I am doing data mining on Reddit data on Google BigQuery and I wanna top 1000 posts ranked by the score for each subreddit for the whole 201704 data. I have tried different techniques but due to the limitation of BigQuery, the result is too large to return.
select body, score, subreddit from
(
select body, score, subreddit,row_number() over
(
partition by subreddit order by score desc
) mm
from [fh-bigquery:reddit_comments.2017_04]
)
where mm <= 1000 AND subreddit in
(
select subreddit from
(
select Count(subreddit) as counts, subreddit from
[fh-bigquery:reddit_comments.2017_04] GROUP BY subreddit ORDER BY counts DESC
LIMIT 10000
)
)
LIMIT 10000000
Is there any way to divide and conquer this problem since enabling large query results means could not do any complex query. Does Google provide payment option for large query resource?

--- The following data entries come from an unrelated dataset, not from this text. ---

/// C02 (Pendrill 2005; Müller, Eur. J. Phys. 31, 835; DLMF 7.2(iii)): half loop with κ = s/A²,
/// A = 12 m, v0 = 24 m/s. A clothoid that turns by π in s_top = A√(2π) is half of a ramp-0.5 element.
#[test]
fn exact_clothoid_loop() {
    let top_m = 30.0795392956;
    let half = Element {
        grade: Some(Change::By(TAU)),
        ease: Ease::Ramp(0.5),
        ..element(2.0 * 12.0 * TAU.sqrt())
    };
    let spine = element_spine(east(), vec![element(5.0), half]);
    let top = spine.at(5.0 + 12.0 * TAU.sqrt());
    close(12.0 * TAU.sqrt(), top_m, 1e-9);
    close(top.position_m.z, 15.1857936022, 1e-9);
    close(top.position_m.x - 5.0, 11.2492313336, 1e-9);
    close(top.radius_m().unwrap(), 4.78730736482, 1e-9);
    let train = point_train(SHORT_M, 900.0);
    let poses = Poses::new(&spine, &train).unwrap();
    let lead = |s: f64| 5.0 + s + 0.5 * SHORT_M;
    let (scenario, goal) = (scenario(lead(0.0), 24.0), until(lead(31.0)));
    let history = run(&poses, &train, &scenario, &goal);
    let s_top = 12.0 * TAU.sqrt();
    for (part, height_m, v, fz) in [
        (0.25, 0.4908216219424, 23.7986001328, 3.99678186379),
        (0.5, 3.76728621323, 22.4078353554, 6.05469338251),
        (0.75, 10.6035843185, 19.1840746372, 5.6842823144),
        (0.9, 14.2995006244, 17.191265352, 4.83852334249),
        (1.0, 15.1857936022, 16.6780236941, 4.92484762345),
    ] {
        close(spine.at(5.0 + part * s_top).position_m.z, height_m, 1e-9);
        if part < 1.0 {
            let state = state_when_at(&history, lead(part * s_top));
            close(state.speed_m_s, v, 1e-5);
            let felt = felt_g(&poses, 0, &seat(0.0, 0.0, 0.0), state);
            close_vectors(felt, Vector3::new(0.0, 0.0, fz), 2e-5);
        }
    }
    close(time_at(&history, lead(s_top)), 1.42541390663, 1e-6);
}

/// A loop in the x-z plane given by its radius of curvature over the heading θ from the level:
/// points dx = ρ cos θ dθ, dz = ρ sin θ dθ, by Boole's rule.
fn loop_points(
    count: usize,
    to_rad: f64,
    rho: impl Fn(f64) -> f64,
) -> (Vec<Vector3<f64>>, Vec<Vector3<f64>>) {
    let (mut x, mut z) = (0.0, 0.0);
    let (mut points, mut tangents) = (Vec::new(), Vec::new());
    for i in 0..count {
        let at = |k: usize| to_rad * k as f64 / (count - 1) as f64;
        let theta = at(i);
        points.push(Vector3::new(x, 0.0, z));
        tangents.push(Vector3::new(theta.cos(), 0.0, theta.sin()));
        x += boole(theta, at(i + 1), 8, |t| rho(t) * t.cos());
        z += boole(theta, at(i + 1), 8, |t| rho(t) * t.sin());
    }
    (points, tangents)
}
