import { publicRoute } from '$lib/server/auth';
import type { LayoutServerLoad } from './$types';

/** Who is signed in, for the frame of every page; null for a stranger. */
export const load: LayoutServerLoad = (event) => {
	const actor = publicRoute(event);
	return { actor: actor && { id: actor.id, name: actor.name, role: actor.role } };
};
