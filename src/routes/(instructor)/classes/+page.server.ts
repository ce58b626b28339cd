import { fail, redirect } from '@sveltejs/kit';
import { superValidate } from 'sveltekit-superforms';
import { zod } from 'superforms-zod';
import { z } from 'zod';
import { requireRole } from '$lib/server/auth';
import { dayField, nameField, showRefusal, type FormMessage } from '$lib/server/forms';
import { createClass, listClasses } from '$lib/server/services/classes';
import { dayWords } from '$lib/server/services/day-words';
import type { Actions, PageServerLoad } from './$types';

const schema = z.object({ name: nameField, startsOn: dayField, endsOn: dayField });
type ClassForm = z.infer<typeof schema>;

export const load: PageServerLoad = async (event) => {
	const actor = requireRole(event, 'instructor');
	const now = new Date();
	const classes = await listClasses(actor);
	return {
		form: await superValidate<ClassForm, FormMessage>(zod(schema)),
		classes: classes.map((line) => ({
			...line,
			from: line.startsOn && dayWords(line.startsOn, now),
			to: line.endsOn && dayWords(line.endsOn, now)
		}))
	};
};

export const actions: Actions = {
	default: async (event) => {
		const actor = requireRole(event, 'instructor');
		const form = await superValidate<ClassForm, FormMessage>(event.request, zod(schema));
		if (!form.valid) return fail(400, { form });
		let id: string;
		try {
			({ id } = await createClass(actor, form.data));
		} catch (problem) {
			return showRefusal(form, problem);
		}
		redirect(303, `/classes/${id}`);
	}
};
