/// Crawford (AIAA 69-845, 1969): one-sided thrusters number at least n + 1 for n degrees of freedom. Torque: 4, not 3.
/// All six: 7, so that six thrusters never make pure torque in every direction.
#[test]
fn fewest_thrusters() {
    let mut rng = ChaCha8Rng::seed_from_u64(21);
    let mut four = 0;
    for _ in 0..200 {
        let general = |count, rng: &mut ChaCha8Rng| about(&layout(Kind::General, count, rng), Vector3::zeros());
        assert!(!Authority::new(&general(3, &mut rng), NetForce::Any).every_direction());
        four += usize::from(Authority::new(&general(4, &mut rng), NetForce::Any).every_direction());
        assert!(!Authority::new(&general(6, &mut rng), NetForce::Zero).every_direction());
    }
    // Four random half-lines span space positively with probability 1/8 (Wendel 1962): 25 ± 4.7 of 200.
    assert!((8..=45).contains(&four), "{four}");
    // Seven: six general wrenches and the one that closes them, made a thruster by choosing its scale and its screw.
    let seven = [
        unit_thruster([0.0, 1.0, 0.0], [1.0, 0.0, 0.0]),
        unit_thruster([0.0, 0.0, 1.0], [0.0, 1.0, 0.0]),
        unit_thruster([1.0, 0.0, 0.0], [0.0, 0.0, 1.0]),
        unit_thruster([0.3, 0.0, 0.0], [0.0, 1.0, 0.0]),
        unit_thruster([0.0, 0.3, 0.0], [0.0, 0.0, 1.0]),
        unit_thruster([0.0, 0.0, 0.3], [1.0, 0.0, 0.0]),
    ];
    let sum = wrench(&seven, &[1.0; 6]);
    let closing = Generator { torque: -sum.0, force: -sum.1, least: 0.0, most: 1.0, cost: 1.0 };
    let mut closed = seven.to_vec();
    closed.push(closing);
    assert!(Authority::new(&closed, NetForce::Zero).every_direction());
    for lost in 0..7 {
        assert!(!Authority::new(&without(&closed, &[lost]), NetForce::Zero).every_direction());
    }
}

/// By hand: six one-sided torques ± the axes; each failure loses exactly its own signed axis.
#[test]
fn six_torques_lose_one_signed_axis_each() {
    let generators: Vec<Generator> = signed_axes().iter().map(|t| torque_only((*t).into())).collect();
    for (case, lost) in cases(&generators, &single_failures(6)).iter().zip([None, Some(0), Some(1), Some(2), Some(3), Some(4), Some(5)]) {
        for (axis, e) in signed_axes().iter().enumerate() {
            let expected = if lost == Some(axis) { 0.0 } else { 1.0 };
            for capability in [&case.pure_torque, &case.any_force] {
                assert!((capability.authority.most(e) - expected).abs() < EXACT);
                assert_eq!(kg(&capability.price, (*e).into()).is_some(), lost != Some(axis));
            }
        }
    }
}

/// Twelve thrusters on a cube: ±x pushes at (0, ±1, 0), ±y at (0, 0, ±1), ±z at (±1, 0, 0).
fn cube() -> Vec<Generator> {
    let pairs = [(Vector3::x(), Vector3::y()), (Vector3::y(), Vector3::z()), (Vector3::z(), Vector3::x())];
    let four = |(push, at): (Vector3<f64>, Vector3<f64>)| {
        [(push, at), (-push, at), (push, -at), (-push, -at)].map(|(d, r)| unit_thruster(r.into(), d.into()))
    };
    pairs.into_iter().flat_map(four).collect()
}

/// By hand and by a linear-programming solver: 1 N·m per N about each axis from a couple of two half-opened thrusters; a
/// failure loses exactly the signed pure torque that the thruster makes, and none if a force may be left.
#[test]
fn cube_of_twelve_with_failures() {
    let generators = cube();
    let all = cases(&generators, &single_failures(12));
    let intact = &all[0].pure_torque;
    assert_eq!((intact.authority.rank, intact.authority.torque_rank, intact.authority.wrench_rank), (3, 3, 6));
    assert!(intact.authority.every_direction());
    for e in signed_axes() {
        assert!((kg(&intact.price, e.into()).expect("served") - 1.0).abs() < EXACT);
        assert!((intact.authority.most(&e) - 2.0).abs() < EXACT, "a couple of two 1 N thrusters on 1 m arms");
        let fired = intact.price.allocate(&e).expect("served");
        assert_eq!(fired.iter().filter(|j| (**j - 0.5).abs() < EXACT).count(), 2, "{fired:?}");
    }
    for (thruster, case) in generators.iter().zip(&all[1..]) {
        for e in signed_axes() {
            let own = thruster.torque.dot(&e) > 0.5;
            assert_eq!(case.pure_torque.authority.most(&e) > 0.0, !own);
            assert_eq!(kg(&case.pure_torque.price, e.into()).is_none(), own);
            assert!(case.any_force.authority.most(&e) > 0.5);
        }
        assert!(!case.pure_torque.authority.every_direction());
        assert!(case.any_force.authority.every_direction());
        let Price::NotServed { along } = case.pure_torque.price.price(&thruster.torque) else {
            panic!("the torque of the lost thruster is still served");
        };
        assert!(along.dot(&thruster.torque) > 0.0);
    }
}

/// By hand: no thrusters, thrusters through the centre of mass, all on one side, on one line, and in a plane.
#[test]
fn poor_layouts_have_verdicts() {
    let through = [unit_thruster([1.0, 0.0, 0.0], [1.0, 0.0, 0.0]), unit_thruster([0.0, 2.0, 0.0], [0.0, -1.0, 0.0])];
    for generators in [&[][..], &through[..]] {
        for net in BOTH {
            let authority = Authority::new(generators, net);
            assert_eq!((authority.rank, authority.torque_rank, authority.missing.len()), (0, 0, 3));
            assert!(authority.guaranteed() <= 0.0 && !authority.every_direction());
            assert!(authority.most(&Vector3::x()) <= 0.0);
            assert!(authority.fill(&Vector3::x()).is_infinite());
            assert_eq!(authority.serving(&Vector3::x(), generators), vec![0.0; generators.len()]);
            let map = PriceMap::new(generators, net);
            assert!(map.dearest().is_none() && map.allocate(&Vector3::y()).is_none());
            assert_eq!(kg(&map, [0.0, 0.0, 0.0]), Some(0.0));
        }
    }
    // Four corners of a square panel, all pushing +z: torque about x and y only, and never a couple.
    let panel: Vec<Generator> =
        [[1.0, 1.0], [1.0, -1.0], [-1.0, 1.0], [-1.0, -1.0]].iter().map(|[x, y]| unit_thruster([*x, *y, -1.0], [0.0, 0.0, 1.0])).collect();
    assert_eq!(Authority::new(&panel, NetForce::Zero).rank, 0);
    let free = Authority::new(&panel, NetForce::Any);
    assert_eq!((free.rank, free.wrench_rank), (2, 3));
    assert!((free.missing[0].z.abs() - 1.0).abs() < EXACT);
    assert!((free.most(&Vector3::x()) - 2.0).abs() < EXACT, "two thrusters on 1 m arms");
    // Two opposite thrusters off the centre: one sign of one axis.
    let couple = [unit_thruster([0.0, 1.0, 0.0], [1.0, 0.0, 0.0]), unit_thruster([0.0, -1.0, 0.0], [-1.0, 0.0, 0.0])];
    let authority = Authority::new(&couple, NetForce::Zero);
    assert_eq!(authority.rank, 1);
    assert!((authority.most(&-Vector3::z()) - 2.0).abs() < EXACT && authority.most(&Vector3::z()) <= 0.0);
    assert!((authority.fill(&Vector3::new(0.0, 0.0, -1.0)) - 0.5).abs() < EXACT);
    let map = PriceMap::new(&couple, NetForce::Zero);
    assert!((kg(&map, [0.0, 0.0, -4.0]).expect("served") - 4.0).abs() < EXACT);
    assert!(kg(&map, [0.0, 0.0, 1.0]).is_none() && kg(&map, [1.0, 0.0, -1.0]).is_none());
}

/// Of thrusters on one line the cheapest fires; the others still add authority.
#[test]
fn duplicates_add_torque_and_the_cheapest_fires() {
    let mut generators = cube();
    let dear: Vec<Generator> = cube().into_iter().map(|g| Generator { cost: 3.0, ..g }).collect();
    generators.splice(0..0, dear);
    for net in BOTH {
        let authority = Authority::new(&generators, net);
        assert!((authority.guaranteed() - 2.0 * Authority::new(&cube(), net).guaranteed()).abs() < EXACT);
        let map = PriceMap::new(&generators, net);
        assert!((kg(&map, [0.0, 0.0, 1.0]).expect("served") - 1.0).abs() < EXACT);
        let fired = map.allocate(&Vector3::new(0.3, -0.2, 0.9)).expect("served");
        assert!(fired[..12].iter().all(|j| *j <= 0.0));
    }
}

/// Wheels: three on the axes fill a box; four on the diagonals of a cube have the rhombic dodecahedron for an envelope,
/// with 4 capacities / √3 along an axis (by hand: all four share it equally).
#[test]
fn wheel_envelopes() {
    let three: Vec<Generator> = [Vector3::x(), Vector3::y(), Vector3::z()].map(|a| Generator::wheel(a, 2.0)).into();
    let box_shaped = Authority::new(&three, NetForce::Any);
    assert_eq!(box_shaped.half_spaces.len(), 6);
    assert!((box_shaped.fill(&Vector3::new(1.0, -1.5, 0.2)) - 0.75).abs() < EXACT);
    assert!((box_shaped.guaranteed() - 2.0).abs() < EXACT);
    assert!((box_shaped.most(&Vector3::new(1.0, 1.0, 1.0)) - 2.0 * 3.0_f64.sqrt()).abs() < EXACT);
    let s = 3.0_f64.sqrt().recip();
    let four: Vec<Generator> =
        [[s, s, s], [s, -s, s], [-s, s, s], [-s, -s, s]].iter().map(|a| Generator::wheel((*a).into(), 10.0)).collect();
    let pyramid = Authority::new(&four, NetForce::Any);
    assert_eq!(pyramid.half_spaces.len(), 12);
    for e in signed_axes() {
        assert!((pyramid.most(&e) - 40.0 * s).abs() < EXACT * 10.0);
        let levels = pyramid.serving(&e, &four);
        assert!(levels.iter().all(|l| (l.abs() - 10.0).abs() < EXACT * 10.0), "{levels:?}");
    }
}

I wanna top 1000 posts ranked by the score for each subreddit for the whole 201704 data
I just tested this query:
SELECT
subreddit,
ARRAY_AGG(STRUCT(body, score) ORDER BY score DESC LIMIT 1000) data
FROM `fh-bigquery.reddit_comments.2017_04`
GROUP BY 1
It processed the whole dataset in 22s:
In your query it seems though that you want the posts and scores of the top 10000 most popular subreddits. I tried this query:
SELECT
subreddit,
ARRAY_AGG(STRUCT(body, score) ORDER BY score DESC LIMIT 1000) data
FROM `fh-bigquery.reddit_comments.2017_04`
WHERE subreddit IN(
SELECT subreddit FROM(
SELECT
subreddit
FROM `fh-bigquery.reddit_comments.2017_04`
GROUP BY subreddit
ORDER BY count(body) DESC
LIMIT 10000)
)
GROUP BY 1
And got results in 26s:
Hopefully these results are what you are looking for. Let me know if everything is correct.